Our consolidated DAC will be lower relative to other insurance companies that utilize unaffiliated distributors. GAAP does not permit the deferral of commission revenues paid to Efinancial, our affiliated agency, in excess of those expenses actually incurred by Efinancial in the placement of the policy. Because we are focused on increasing insurance premium volume through Efinancial, our operating results will reflect higher current period expenses and lower current reported net income. Therefore, in consolidation, the first-year commission acquisition costs (“Commission DAC”) recorded in our Insurance Segment is reduced to reflect the elimination of that portion of Commission DAC that results from expenses of Efinancial that cannot be directly tied to the successful placement of a policy. The amount of eliminated Commission DAC is charged to current expense, and acquisition cost DAC is recorded at a reduced amount, which represents the amount of Commission DAC that is eligible for deferral. As a result of recognizing a majority of expenses for the Efinancial sales immediately, we will recognize a charge against our consolidated earnings (loss) and consolidated equity in the amount of such expenses for the period in which they are incurred. See “Results of Operations—Analysis of Segment Results—Corporate Segment—Intercompany Eliminations.”

27


Future Policy Benefit Reserves

We calculate and maintain reserves for estimated future claims payments to policyholders using actuarial assumptions in accordance with industry practice and GAAP. Many factors affect these reserves, including mortality trends, policy persistency and investment returns. We establish our reserves based on estimates, assumptions and our analysis of historical experience.

The calculation of future policy reserves requires the use of significant judgment and is inherently uncertain. If our actual experience differs from the experience assumed in establishing our reserves, the impact of these differences is reflected in the results of operations in each period. If actual claims are higher than assumed claims experience, our reported income (loss) will be reduced (increased) for the periods in which this experience occurs. If actual policy lapses are higher than that assumed, our future policy benefit reserves will be reduced for the period in which this experience occurs.
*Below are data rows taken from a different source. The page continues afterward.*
"""One table model and its writers: terminal text, Markdown, CSV, LaTeX (booktabs) and JSON rows.

A ``Table`` holds typed columns and plain rows; every output of fourfold that shows a table renders the
same Table, so the terminal, the Markdown report and the files cannot disagree. CSV and JSON carry full
precision and machine column names (``Column.key``, unit in the name); text, Markdown and LaTeX round to
each column's digits for reading.
"""

from __future__ import annotations

import csv
import io
import re
from dataclasses import dataclass, field

from .markup import formula_latex, formula_unicode


@dataclass(frozen=True)
class Column:
    key: str  # machine name (CSV, JSON), unit in the name
    text: str  # header for Markdown
    tex: str  # header for LaTeX
    kind: str = "text"  # text | formula | number | bool
    digits: int = 1
    where: str = "all"  # all | data (CSV/JSON only) | display (Markdown/LaTeX only)


@dataclass
class Table:
    name: str  # file stem
    title: str  # may hold "{formula}", filled in each output's markup
    columns: list[Column]
    rows: list[dict]
    notes: list[str] = field(default_factory=list)  # caveats
    findings: list[str] = field(default_factory=list)  # verdict lines printed under the table
    tidy: bool = True  # exported as CSV/JSON (display-only tables are not)
    display: bool = True  # written as Markdown/LaTeX (the long tidy states table is not: per-complex ones are)
    formula: str = ""

    def heading(self, style: str) -> str:
        """The title in Markdown or terminal text ('md', 'text') or LaTeX ('tex'), the formula marked up."""
        mark, escape = {"tex": (formula_latex, tex_escape), "md": (formula_unicode, md_escape)}.get(
            style, (formula_unicode, str))
        return mark(self.formula).join(escape(part) for part in self.title.split("{formula}"))

    def column(self, key: str) -> list:
        return [row.get(key) for row in self.rows]


def _data_columns(table: Table) -> list[Column]:
    return [c for c in table.columns if c.where != "display"]


def _display_columns(table: Table) -> list[Column]:
    return [c for c in table.columns if c.where != "data"]


# A cell a spreadsheet would run as a formula (OWASP, "CSV Injection": cells opening with =, +, -, @, tab or
# carriage return; from memory) gets a leading apostrophe, which spreadsheets show as text.
_FORMULA_START = ("=", "+", "-", "@", "\t", "\r")


def _csv_value(value):
    if value is None:
        return ""
    if isinstance(value, bool):
        return "true" if value else "false"
    if isinstance(value, float):
        return repr(value)  # shortest text that reads back to the same float
    if isinstance(value, str) and value.startswith(_FORMULA_START):
        return "'" + value
    return value


def to_csv(table: Table) -> str:
    columns = _data_columns(table)
    out = io.StringIO()
    writer = csv.writer(out, lineterminator="\n")
    writer.writerow([c.key for c in columns])
    for row in table.rows:
        writer.writerow([_csv_value(row.get(c.key)) for c in columns])
    return out.getvalue()


def _shown(value, column: Column, style: str) -> str:
    """A cell as text for style 'md' (Markdown), 'text' (terminal; Unicode, nothing escaped) or 'tex'."""
    empty = "--" if style == "tex" else "—"
    if value is None or value == "":
        return empty
    if column.kind == "bool" or isinstance(value, bool):
        return "yes" if value else "no"
    if column.kind == "number" and isinstance(value, (int, float)):
        text = f"{value:.{column.digits}f}"
        if text.lstrip("-").strip("0.") == "":
            text = text.lstrip("-")  # no "−0.0"
        return f"${text}$" if style == "tex" else text.replace("-", "−")
    if column.kind == "formula":
        return formula_latex(value) if style == "tex" else formula_unicode(value)
    return {"md": md_escape, "tex": tex_escape}.get(style, str)(str(value))


_MD_SPECIAL = re.compile(r"([\\`*_\[\]<>|#])")


def md_escape(text: str) -> str:
    """Text for Markdown, shown as written: its markup characters escaped, line breaks and other control
    characters made spaces (a table cell or a heading is one line)."""
    text = "".join(c if c.isprintable() else " " for c in text)
    return _MD_SPECIAL.sub(r"\\\1", text)


def to_markdown(table: Table, heading_level: int = 3, skip_notes=()) -> str:
    columns = _display_columns(table)
    lines = [f"{'#' * heading_level} {table.heading('md')}", ""]
    lines.append("| " + " | ".join(c.text for c in columns) + " |")
    lines.append("|" + "|".join("---:" if c.kind == "number" else ":---" for c in columns) + "|")
    for row in table.rows:
        lines.append("| " + " | ".join(_shown(row.get(c.key), c, "md") for c in columns) + " |")
    for finding in table.findings:
        lines += ["", finding]
    for note in (n for n in table.notes if n not in skip_notes):
        lines += ["", f"> **Note.** {note}"]
    return "\n".join(lines) + "\n"


_TEX_SPECIAL = {"\\": r"\textbackslash{}", "&": r"\&", "%": r"\%", "$": r"\$", "#": r"\#", "_": r"\_",
                "{": r"\{", "}": r"\}", "~": r"\textasciitilde{}", "^": r"\textasciicircum{}"}
_TEX_UNICODE = {"−": "$-$", "—": "---", "–": "--", "°": r"$^\circ$", "⟨": r"$\langle$", "⟩": r"$\rangle$",
                "²": r"$^2$", "′": "$'$", "τ": r"$\tau$", "σ": r"$\sigma$", "π": r"$\pi$", "Δ": r"$\Delta$",
                "→": r"$\rightarrow$", "×": r"$\times$", "≈": r"$\approx$", "₄": r"$_4$", "⁻": "$^-$", "¹": "$^1$",
                "ⁿ": "$^n$", "Å": r"\AA{}", "ø": r"\o{}", "é": r"\'e", "ü": r'\"u', "ö": r'\"o', "ä": r'\"a'}


_TEX_SYMBOLS = {"e_σ": r"$e_\sigma$", "e_π": r"$e_\pi$", "⁻¹": "$^{-1}$"}  # symbols in notes, set as such
_TEX_SYMBOL_SPLIT = re.compile("(" + "|".join(map(re.escape, _TEX_SYMBOLS)) + ")")


def _tex_characters(text: str) -> str:
    out = []
    for ch in text:
        if ch in _TEX_SPECIAL:
            out.append(_TEX_SPECIAL[ch])
        elif ch in _TEX_UNICODE:
            out.append(_TEX_UNICODE[ch])
        elif not ch.isprintable():
            out.append(" ")  # a line break or a control character: a heading or a cell is one line
        elif ord(ch) < 128:
            out.append(ch)
        else:
            out.append("?")  # pdflatex stops on an unknown character; a visible mark is better
    return "".join(out)


def tex_escape(text: str) -> str:
    """Plain text for LaTeX: specials escaped, the few Unicode signs fourfold writes mapped, others dropped."""
    return "".join(_TEX_SYMBOLS.get(part) or _tex_characters(part) for part in _TEX_SYMBOL_SPLIT.split(text))


def to_latex(table: Table) -> str:
    """A booktabs tabular (no siunitx), then the notes; ready for \\input inside a table float."""
    columns = _display_columns(table)
    spec = "".join("r" if c.kind == "number" else "l" for c in columns)
    lines = [f"% fourfold: {table.heading('tex')}", rf"\begin{{tabular}}{{{spec}}}", r"\toprule",
             " & ".join(c.tex for c in columns) + r" \\", r"\midrule"]
    for row in table.rows:
        cells = [_shown(row.get(c.key), c, "tex") for c in columns]
        # a row opening with "[" (a formula) would be read as the optional argument of the \\ or \midrule before it
        cells[0] = "{}" + cells[0] if cells[0].startswith("[") else cells[0]
        lines.append(" & ".join(cells) + r" \\")
    lines += [r"\bottomrule", r"\end{tabular}"]
    for finding in table.findings:
        lines.append(rf"\par\smallskip{{\footnotesize {tex_escape(finding)}\par}}")
    for note in table.notes:
        lines.append(rf"\par\smallskip{{\footnotesize Note: {tex_escape(note)}\par}}")
    return "\n".join(lines) + "\n"


def latex_document(tables: list[Table], title: str, inputs: list[str]) -> str:
    """A standalone document that \\input's each table file (booktabs and geometry only)."""
    body = []
    for table, name in zip(tables, inputs, strict=False):
        body += [r"\begin{table}[htbp]\centering\small", rf"\caption{{{table.heading('tex')}}}",
                 rf"\input{{{name}}}", r"\end{table}", ""]
    return "\n".join([r"\documentclass{article}", r"\usepackage[T1]{fontenc}", r"\usepackage{booktabs}",
                      r"\usepackage[margin=15mm,landscape]{geometry}", rf"\title{{{tex_escape(title)}}}", r"\date{}",
                      r"\begin{document}", r"\maketitle", *body, r"\end{document}", ""])


def to_text(table: Table, skip_notes=(), title: bool = True) -> str:
    """Monospace text for the terminal: the title, the columns (units in the headers), findings and notes."""
    columns = _display_columns(table)
    cells = [[_shown(row.get(c.key), c, "text") for c in columns] for row in table.rows]
    widths = [max([len(c.text)] + [len(r[i]) for r in cells]) for i, c in enumerate(columns)]

    def line(values):
        return "  ".join(v.rjust(w) if c.kind == "number" else v.ljust(w)
                         for v, w, c in zip(values, widths, columns, strict=False)).rstrip()

    lines = [table.heading("text"), ""] if title else []
    lines += [line([c.text for c in columns]), "  ".join("-" * w for w in widths)]
    lines += [line(r) for r in cells]
    lines += table.findings
    lines += [f"note: {n}" for n in table.notes if n not in skip_notes]
    return "\n".join(lines) + "\n"


def json_rows(table: Table) -> list[dict]:
    """The rows as JSON-ready dicts of the machine columns."""
    return [{c.key: row.get(c.key) for c in _data_columns(table)} for row in table.rows]
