"""Plain-text tables for the terminal (monospace, units in every header)."""

from __future__ import annotations

from ..chem.complex import spin_label
from ..units import UNIT_LABELS, canonical_unit, cm_to_kj_mol, convert_energy


def _table(headers: list[str], rows: list[list[str]], right: set[int] | None = None) -> str:
    right = right if right is not None else set(range(1, len(headers)))
    widths = [max(len(str(x)) for x in column) for column in zip(headers, *rows)]
    def line(cells):
        return "  ".join(str(c).rjust(w) if i in right else str(c).ljust(w) for i, (c, w) in enumerate(zip(cells, widths)))
    return "\n".join([line(headers), "  ".join("-" * w for w in widths), *(line(r) for r in rows)])


def _occupation_marks(occupation) -> str:
    return " ".join({0: "·", 1: "↑", 2: "↑↓"}[n] for n in occupation)


def _state_name(arrangement: str, isomer: str) -> str:
    return f"{arrangement} {isomer}".strip()


def estimate_text(result) -> str:
    """The estimate as a chemist reads it: d levels per arrangement, terms per state, ΔE, ground state."""
    out = [f"Ligand-field estimate for {result.formula}  (d{result.d_electrons})", ""]
    seen = set()
    for s in result.states:
        key = (s.arrangement, s.isomer)
        if key in seen:
            continue
        seen.add(key)
        levels = "  ".join(f"{label} {value:,.0f}" for label, value in zip(s.level_labels, s.levels_cm))
        out.append(f"{_state_name(*key):14s} d levels (cm⁻¹, low → high): {levels}")
    out.append("")
    headers = ["state", "spin", "occupation", "ligand field / cm⁻¹", "pairing / cm⁻¹", "repulsion / cm⁻¹",
               "E rel / cm⁻¹", "E rel / kJ mol⁻¹"]
    rows = [[_state_name(s.arrangement, s.isomer), spin_label(s.spin2s), _occupation_marks(s.occupation),
             f"{s.ligand_field_cm:,.0f}", f"{s.pairing_cm:,.0f}", f"{s.repulsion_cm:,.0f}",
             f"{s.energy_cm:,.0f}", f"{s.energy_kj_mol:.1f}"]
            for s in sorted(result.states, key=lambda s: s.energy_cm)]
    out.append(_table(headers, rows, right={3, 4, 5, 6, 7}))
    deltas = result.delta_sp_t_cm()
    if deltas:
        out.append("")
        for spin2s, delta_cm in deltas.items():
            out.append(f"ΔE(SP-4 − T-4), {spin_label(spin2s)}: {delta_cm:,.0f} cm⁻¹ = {cm_to_kj_mol(delta_cm):.1f} kJ/mol")
    g = result.ground
    out += ["", f"Estimated ground state: {_state_name(g.arrangement, g.isomer)}, {spin_label(g.spin2s)}"]
    out += [f"Confidence: {note}" for note in result.confidence_notes] + [""]
    out.append(_parameters_text(result.parameters))
    return "\n".join(out)


def _parameters_text(params) -> str:
    lines = ["Parameters used (value — source):"]
    for name, p in params.ligands.items():
        lines.append(f"  {name}: e_σ {p.e_sigma_cm.value:,.0f} cm⁻¹ — {p.e_sigma_cm.source}")
        lines.append(f"  {name}: e_π {p.e_pi_cm.value:,.0f} cm⁻¹ — {p.e_pi_cm.source}")
        lines.append(f"  {name}: h {p.h.value} — {p.h.source}; cone {p.cone_deg.value:.0f}° — {p.cone_deg.source}")
    lines.append(f"  metal: B {params.racah_b_cm.value:,.0f} cm⁻¹ — {params.racah_b_cm.source}")
    lines.append(f"  metal: C {params.racah_c_cm.value:,.0f} cm⁻¹ — {params.racah_c_cm.source}")
    lines.append(f"  metal: k {params.k.value} — {params.k.source}")
    lines.append(f"  nephelauxetic β = 1 − h̄·k = {params.beta:.3f}; pairing D = β·(7/6)(5B/2 + C) = {params.pairing_d_cm:,.0f} cm⁻¹")
    lines.append(f"  e_ds/e_σ {params.e_ds_ratio.value} — {params.e_ds_ratio.source}")
    lines.append(f"  e scale {params.e_scale.value} — {params.e_scale.source}")
    lines.append(f"  repulsion: ε {params.steric_scale_cm.value:,.0f} cm⁻¹, n {params.steric_exponent.value:g}, "
                 f"charge screening {params.screening.value:g} — {params.steric_scale_cm.source}")
    return "\n".join(lines)


def structures_text(cx, rows: list[dict]) -> str:
    headers = ["arrangement", "isomer", "tau4", "tau4′", "nearest shape (S)", "file"]
    body = [[r["arrangement"], r["isomer"] or "—", f"{r['tau4']:.3f}", f"{r['tau4_prime']:.3f}",
             f"{r['nearest_shape']} ({r['shape_measures'][r['nearest_shape']]:.2f})", r["file"]] for r in rows]
    return f"Ideal structures of {cx.formula} (d{cx.d_electrons}, charge {cx.charge:+d})\n\n" + _table(headers, body, right={2, 3})


def _number(value, digits=1, empty="—"):
    return empty if value is None else f"{value:.{digits}f}"


def _in_unit(value_kj_mol, unit: str):
    return None if value_kj_mol is None else convert_energy(value_kj_mol, "kj", unit)


# shown digits per energy unit (about 0.1 kJ/mol everywhere) and the unit as a table header writes it
UNIT_DIGITS = {"kj_mol": 1, "kcal_mol": 1, "ev": 3, "cm": 0, "hartree": 5}
UNIT_HEADERS = {"kj_mol": "kJ mol⁻¹", "kcal_mol": "kcal mol⁻¹", "ev": "eV", "cm": "cm⁻¹", "hartree": "Eh"}


def comparison_text(comparison, unit: str = "kj") -> str:
    """Per complex: every state with computed and estimated relative energies, then the verdicts."""
    unit = canonical_unit(unit)
    digits, header, label = UNIT_DIGITS[unit], UNIT_HEADERS[unit], UNIT_LABELS[unit]
    out = [f"{comparison.title} — level {comparison.level}", ""]
    for c in comparison.complexes:
        out.append(f"{c.formula}  (d{c.d_electrons})")
        headers = ["state", "spin", "relax", f"ΔE calc / {header}", f"ΔE est / {header}", "tau4", "shape", "⟨S²⟩",
                   "conv", "note"]
        rows = []
        order = {"T-4": 0, "SP-4": 1, "SS-4": 2, "vTBPY-4": 3}
        for r in sorted(c.records, key=lambda r: (order.get(r.arrangement, 9), r.isomer, r.spin2s, r.kind)):
            note = ""
            if r.status != "done":
                note = r.status if not r.reason else f"{r.status}: {r.reason}"
            elif r.broken_symmetry:
                note = "broken-symmetry singlet"
            elif r.spin_contaminated:
                note = "spin contaminated"
            s2 = "—" if r.s2 is None else f"{r.s2:.2f}"
            rows.append([r.name, spin_label(r.spin2s), r.kind, _number(_in_unit(r.relative_kj_mol, unit), digits),
                         _number(_in_unit(r.estimate_kj_mol, unit), digits),
                         _number(r.tau4, 2), r.nearest_shape or "—", s2,
                         "—" if r.converged is None else ("yes" if r.converged else "no"), note[:60]])
        out.append(_table(headers, rows, right={3, 4, 5, 7}))
        g, e = c.computed_ground, c.estimate.ground
        calc = "—" if g is None else f"{g.name}, {spin_label(g.spin2s)}"
        est = f"{_state_name(e.arrangement, e.isomer)}, {spin_label(e.spin2s)}"
        verdict = "" if c.agrees() is None else ("  (agree)" if c.agrees() else "  (DISAGREE)")
        out.append(f"ground state: computed {calc}; estimated {est}{verdict}")
        calc_delta, est_delta = c.delta_sp_t_kj_mol(), c.estimated_delta_kj_mol()
        for spin2s in sorted(set(calc_delta) | set(est_delta)):
            a, b = _in_unit(calc_delta.get(spin2s), unit), _in_unit(est_delta.get(spin2s), unit)
            diff = "" if a is None or b is None else f", difference {a - b:+.{digits}f}"
            out.append(f"ΔE(SP-4 − T-4) {spin_label(spin2s)}: computed {_number(a, digits)} {label}, "
                       f"estimated {_number(b, digits)} {label}{diff}")
        out.append("")
    for warning in comparison.warnings:
        out.append(f"note: {warning}")
    return "\n".join(out).rstrip() + "\n"


def run_summary_text(summary, out_dir) -> str:
    line = (f"{summary.total} jobs: {summary.done} done, {summary.failed} failed "
            f"({summary.ran} run now, {summary.skipped} already in the store) in {summary.wall_seconds:.0f} s; "
            f"results in {out_dir}")
    if summary.failures:
        line += "\nfailed: " + "; ".join(f"{label} — {reason}" for label, reason in summary.failures[:10])
    return line


def status_text(found: dict) -> str:
    lines = [f"{found['folder']}: {found['title']} (level {found['level']})",
             f"{found['total']} jobs: {found['done']} done, {found['failed']} failed, {found['pending']} pending"]
    for failure in found["failures"]:
        lines.append(f"  failed: {failure['label']} [{failure['task']}] — {failure['reason']}")
    return "\n".join(lines)


def report_text(report) -> str:
    """What `fourfold report` prints: the comparison, one summary line per complex, where the files went."""
    from .tables import summary_table

    unit = report.unit
    table = summary_table(report.comparison, unit)
    headers = ["complex", "dⁿ", "ground (calc)", "ground (est)", "agree", f"ΔE calc / {UNIT_HEADERS[unit]}",
               f"ΔE est / {UNIT_HEADERS[unit]}", "tau4"]
    keys = [c.key for c in table.columns[:8]]
    digits = UNIT_DIGITS[unit]
    rows = []
    for row in table.rows:
        agree = row["agree"]
        rows.append([row["formula"], str(row["d_electrons"]), row["computed_ground"] or "—", row["estimated_ground"],
                     "—" if agree is None else ("yes" if agree else "NO"), _number(row[keys[5]], digits),
                     _number(row[keys[6]], digits), _number(row["tau4_ground"], 2)])
    summary = ("Summary (ΔE = lowest SP-4 state − lowest T-4 state; positive: tetrahedral)\n"
               + _table(headers, rows, right={1, 5, 6, 7}))
    return "\n".join([comparison_text(report.comparison, unit), summary, "", report.summary_line()]) + "\n"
The primary reserve method that is used in calculation of our future policy benefit reserves is the net level premium method. The net level premium method requires that the future policy benefit reserves are accrued as a level proportion of the premium paid by the policyholder. In applying this method, we use a number of actuarial assumptions that represent management’s best estimate at the time the contract was issued with the addition of a margin for adverse deviation. Actuarial assumptions include estimates of morbidity, mortality, policy persistency, discount rates and expenses over the life of the contracts.

A premium deficiency exists if the discounted present value of future gross premiums is not sufficient to cover anticipated future cash outflows. To assess the adequacy of our benefit reserves, we annually perform premium deficiency testing for each of our lines of business using best estimate assumptions as of the date of the test without provision for adverse deviation. If benefit reserves minus the DAC asset are less than the present value of future cash flows on the line of business, then first the DAC asset will be reduced. If reducing the DAC asset down to zero is still not sufficient to eliminate the premium deficiency, then benefit reserves will be increased. Recognizing a premium deficiency will reduce our reported net income or increase our reported loss, for the period.

In connection with our premium deficiency testing on our most significant business lines, we performed sensitivity analyses on our Core Life, Non-Core Life, Closed Block, and annuities and assumed life business lines to capture the effect that certain key assumptions have on expected future cash flows, and the impact of those assumptions on the adequacy of DAC balances and GAAP benefit reserves. The sensitivity tests are performed independently, without consideration for any correlation among the key assumptions.

We performed the following sensitivity tests as of September 30, 2019:

 

future lapse assumptions increased by a multiplicative factor of 1.05,

 

future mortality increased by a multiplicative factor of 1.05 for all life blocks,

 

future investment yield assumptions were lowered by 50 basis points.

 

Under all tests described above, the DAC was still recoverable on the Core Life, Non-Core Life, and assumed life lines of business. For the annuities line, there is no remaining DAC due to the age of the contracts. As such, these sensitivity runs tested the adequacy of the benefit reserves for this line. For the annuities line, a drop in investment yield of 50 basis points would result in a required reserve increase of $0.3 million, while for the mortality scenario and the lapse scenario there would be no impact to benefit reserves.

 

Because of one-time activity in the Closed Block resulting from large number of policies hitting their annual increasing scale premium period after their 20 year level period expired in December 2019, the September 30, 2019 Closed Block premium deficiency testing had materially different results from testing done at a December 31, 2019 valuation date.  At September 30, 2019, the DAC was still recoverable in the Closed Block on both the baseline test and the three sensitivity tests noted above.  At December 31, 2019, premium deficiency testing resulted in the Closed Block having a DAC reduction of $4.8 million.  This would be the same value regardless of the sensitivity tests above, because any changes to mortality, investment yield, or expenses would result in dividend changes of an offsetting amount and would not change the amount of DAC reduction. 

Intangible Assets

Intangible assets include trade names, internet domain sites, software and contract-based assets composed of future renewal commissions, distribution agreements, and non-compete agreements. These intangible assets, with the exception of trade names, are amortized over their expected useful lives based on the expected pattern of benefit of the asset.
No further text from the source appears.